- What to produce -
Every entry should appear in your answer exactly as it does here.

##### Records provided

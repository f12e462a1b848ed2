package report

import "math"

// defaultMaxPoints is the most points drawn per line. Two thousand points is
// finer than the pixel width of a plot on any common screen, and keeps a
// 10-minute 1 kHz run's report to a few megabytes.
const defaultMaxPoints = 2000

// decimateMinMax thins (x, y) to at most maxPoints points. It splits the
// samples into maxPoints/2 buckets of consecutive indices and keeps, from
// each bucket, the samples with the smallest and the largest y, in their
// original order, so peaks and dips are never lost to the thinning (a plain
// stride would drop a one-tick friction spike). Samples whose x or y is NaN
// or infinite are dropped. The input is not modified; when nothing needs
// thinning the finite samples are returned as new slices.
func decimateMinMax(x, y []float64, maxPoints int) (xs, ys []float64) {
	n := min(len(x), len(y))
	if maxPoints < 2 {
		maxPoints = 2
	}
	if n <= maxPoints {
		xs = make([]float64, 0, n)
		ys = make([]float64, 0, n)
		for i := 0; i < n; i++ {
			if finitePoint(x, y, i) {
				xs = append(xs, x[i])
				ys = append(ys, y[i])
			}
		}
		return xs, ys
	}
	buckets := maxPoints / 2
	xs = make([]float64, 0, 2*buckets)
	ys = make([]float64, 0, 2*buckets)
	for b := 0; b < buckets; b++ {
		lo := b * n / buckets
		hi := (b + 1) * n / buckets
		iMin, iMax := -1, -1
		for i := lo; i < hi; i++ {
			if !finitePoint(x, y, i) {
				continue
			}
			if iMin < 0 || y[i] < y[iMin] {
				iMin = i
			}
			if iMax < 0 || y[i] > y[iMax] {
				iMax = i
			}
		}
		switch {
		case iMin < 0:
			// The whole bucket was NaN: nothing to draw.
		case iMin == iMax:
			xs = append(xs, x[iMin])
			ys = append(ys, y[iMin])
		case iMin < iMax:
			xs = append(xs, x[iMin], x[iMax])
			ys = append(ys, y[iMin], y[iMax])
		default:
			xs = append(xs, x[iMax], x[iMin])
			ys = append(ys, y[iMax], y[iMin])
		}
	}
	return xs, ys
}

// finitePoint reports whether sample i has a finite x and a finite y.
func finitePoint(x, y []float64, i int) bool {
	return !math.IsNaN(x[i]) && !math.IsInf(x[i], 0) && !math.IsNaN(y[i]) && !math.IsInf(y[i], 0)
}

// run is a stretch of consecutive finite samples: a line is drawn through
// each run, and the line breaks between runs (a foot in the air has no
// friction cone, so its envelope must not be joined across the swing).
type run struct{ x, y []float64 }

// decimateRuns splits (x, y) at non-finite samples into runs and thins
// them with decimateMinMax, sharing the point budget between runs by their
// length (at least two points each, so a short run is still drawn). It
// returns the runs, the number of points kept and the number of finite
// samples there were.
func decimateRuns(x, y []float64, maxPoints int) (runs []run, kept, finiteCount int) {
	n := min(len(x), len(y))
	type span struct{ lo, hi int }
	var spans []span
	total := 0
	for i := 0; i < n; {
		if !finitePoint(x, y, i) {
			i++
			continue
		}
		j := i
		for j < n && finitePoint(x, y, j) {
			j++
		}
		spans = append(spans, span{i, j})
		total += j - i
		i = j
	}
	runs = make([]run, 0, len(spans))
	for _, s := range spans {
		budget := 2
		if total > 0 {
			budget = max(2, maxPoints*(s.hi-s.lo)/total)
		}
		xs, ys := decimateMinMax(x[s.lo:s.hi], y[s.lo:s.hi], budget)
		runs = append(runs, run{xs, ys})
		kept += len(xs)
	}
	return runs, kept, total
}

// thinPath thins a curve drawn in the plane (a phase portrait, where x is
// not time and the min/max buckets of decimateMinMax would join points of
// different loops) to at most about maxPoints points: it keeps a point only
// when it has moved at least eps of either axis's span from the last kept
// one, doubling eps until the budget is met. Every turn of the curve larger
// than eps survives; the first and last finite points of each run of
// finite samples are always kept. Non-finite samples split the curve.
func thinPath(x, y []float64, maxPoints int) (runs []run, kept, finite int) {
	n := min(len(x), len(y))
	xlo, xhi := span(x[:n])
	ylo, yhi := span(y[:n])
	sx, sy := math.Max(xhi-xlo, 1e-300), math.Max(yhi-ylo, 1e-300)
	for eps := 1.0 / 2000; ; eps *= 2 {
		runs, kept, finite = runs[:0], 0, 0
		var cur run
		lastX, lastY := math.NaN(), math.NaN()
		flush := func(i int) {
			if len(cur.x) == 0 {
				return
			}
			if cur.x[len(cur.x)-1] != x[i] || cur.y[len(cur.y)-1] != y[i] {
				cur.x, cur.y = append(cur.x, x[i]), append(cur.y, y[i])
			}
			kept += len(cur.x)
			runs = append(runs, cur)
			cur = run{}
		}
		for i := 0; i < n; i++ {
			if !finitePoint(x, y, i) {
				flush(i - 1)
				lastX = math.NaN()
				continue
			}
			finite++
			if math.IsNaN(lastX) || math.Abs(x[i]-lastX) >= eps*sx || math.Abs(y[i]-lastY) >= eps*sy {
				cur.x, cur.y = append(cur.x, x[i]), append(cur.y, y[i])
				lastX, lastY = x[i], y[i]
			}
		}
		if n > 0 && finitePoint(x, y, n-1) {
			flush(n - 1)
		}
		if kept <= maxPoints || eps > 1 {
			return runs, kept, finite
		}
	}
}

##########

- Solution to this problem -
repository f12e462a1b848ed2
package report

import "math"

// defaultMaxPoints is the most points drawn per line. Two thousand points is
// finer than the pixel width of a plot on any common screen, and keeps a
// 10-minute 1 kHz run's report to a few megabytes.
const defaultMaxPoints = 2000

// decimateMinMax thins (x, y) to at most maxPoints points. It splits the
// samples into maxPoints/2 buckets of consecutive indices and keeps, from
// each bucket, the samples with the smallest and the largest y, in their
// original order, so peaks and dips are never lost to the thinning (a plain
// stride would drop a one-tick friction spike). Samples whose x or y is NaN
// or infinite are dropped. The input is not modified; when nothing needs
// thinning the finite samples are returned as new slices.
func decimateMinMax(x, y []float64, maxPoints int) (xs, ys []float64) {
	n := min(len(x), len(y))
	if maxPoints < 2 {
		maxPoints = 2
	}
	if n <= maxPoints {
		xs = make([]float64, 0, n)
		ys = make([]float64, 0, n)
		for i := 0; i < n; i++ {
			if finitePoint(x, y, i) {
				xs = append(xs, x[i])
				ys = append(ys, y[i])
			}
		}
		return xs, ys
	}
	buckets := maxPoints / 2
	xs = make([]float64, 0, 2*buckets)
	ys = make([]float64, 0, 2*buckets)
	for b := 0; b < buckets; b++ {
		lo := b * n / buckets
		hi := (b + 1) * n / buckets
		iMin, iMax := -1, -1
		for i := lo; i < hi; i++ {
			if !finitePoint(x, y, i) {
				continue
			}
			if iMin < 0 || y[i] < y[iMin] {
				iMin = i
			}
			if iMax < 0 || y[i] > y[iMax] {
				iMax = i
			}
		}
		switch {
		case iMin < 0:
			// The whole bucket was NaN: nothing to draw.
		case iMin == iMax:
			xs = append(xs, x[iMin])
			ys = append(ys, y[iMin])
		case iMin < iMax:
			xs = append(xs, x[iMin], x[iMax])
			ys = append(ys, y[iMin], y[iMax])
		default:
			xs = append(xs, x[iMax], x[iMin])
			ys = append(ys, y[iMax], y[iMin])
		}
	}
	return xs, ys
}

// finitePoint reports whether sample i has a finite x and a finite y.
func finitePoint(x, y []float64, i int) bool {
	return !math.IsNaN(x[i]) && !math.IsInf(x[i], 0) && !math.IsNaN(y[i]) && !math.IsInf(y[i], 0)
}

// run is a stretch of consecutive finite samples: a line is drawn through
// each run, and the line breaks between runs (a foot in the air has no
// friction cone, so its envelope must not be joined across the swing).
type run struct{ x, y []float64 }

// decimateRuns splits (x, y) at non-finite samples into runs and thins
// them with decimateMinMax, sharing the point budget between runs by their
// length (at least two points each, so a short run is still drawn). It
// returns the runs, the number of points kept and the number of finite
// samples there were.
func decimateRuns(x, y []float64, maxPoints int) (runs []run, kept, finiteCount int) {
	n := min(len(x), len(y))
	type span struct{ lo, hi int }
	var spans []span
	total := 0
	for i := 0; i < n; {
		if !finitePoint(x, y, i) {
			i++
			continue
		}
		j := i
		for j < n && finitePoint(x, y, j) {
			j++
		}
		spans = append(spans, span{i, j})
		total += j - i
		i = j
	}
	runs = make([]run, 0, len(spans))
	for _, s := range spans {
		budget := 2
		if total > 0 {
			budget = max(2, maxPoints*(s.hi-s.lo)/total)
		}
		xs, ys := decimateMinMax(x[s.lo:s.hi], y[s.lo:s.hi], budget)
		runs = append(runs, run{xs, ys})
		kept += len(xs)
	}
	return runs, kept, total
}

// thinPath thins a curve drawn in the plane (a phase portrait, where x is
// not time and the min/max buckets of decimateMinMax would join points of
// different loops) to at most about maxPoints points: it keeps a point only
// when it has moved at least eps of either axis's span from the last kept
// one, doubling eps until the budget is met. Every turn of the curve larger
// than eps survives; the first and last finite points of each run of
// finite samples are always kept. Non-finite samples split the curve.
func thinPath(x, y []float64, maxPoints int) (runs []run, kept, finite int) {
	n := min(len(x), len(y))
	xlo, xhi := span(x[:n])
	ylo, yhi := span(y[:n])
	sx, sy := math.Max(xhi-xlo, 1e-300), math.Max(yhi-ylo, 1e-300)
	for eps := 1.0 / 2000; ; eps *= 2 {
		runs, kept, finite = runs[:0], 0, 0
		var cur run
		lastX, lastY := math.NaN(), math.NaN()
		flush := func(i int) {
			if len(cur.x) == 0 {
				return
			}
			if cur.x[len(cur.x)-1] != x[i] || cur.y[len(cur.y)-1] != y[i] {
				cur.x, cur.y = append(cur.x, x[i]), append(cur.y, y[i])
			}
			kept += len(cur.x)
			runs = append(runs, cur)
			cur = run{}
		}
		for i := 0; i < n; i++ {
			if !finitePoint(x, y, i) {
				flush(i - 1)
				lastX = math.NaN()
				continue
			}
			finite++
			if math.IsNaN(lastX) || math.Abs(x[i]-lastX) >= eps*sx || math.Abs(y[i]-lastY) >= eps*sy {
				cur.x, cur.y = append(cur.x, x[i]), append(cur.y, y[i])
				lastX, lastY = x[i], y[i]
			}
		}
		if n > 0 && finitePoint(x, y, n-1) {
			flush(n - 1)
		}
		if kept <= maxPoints || eps > 1 {
			return runs, kept, finite
		}
	}
}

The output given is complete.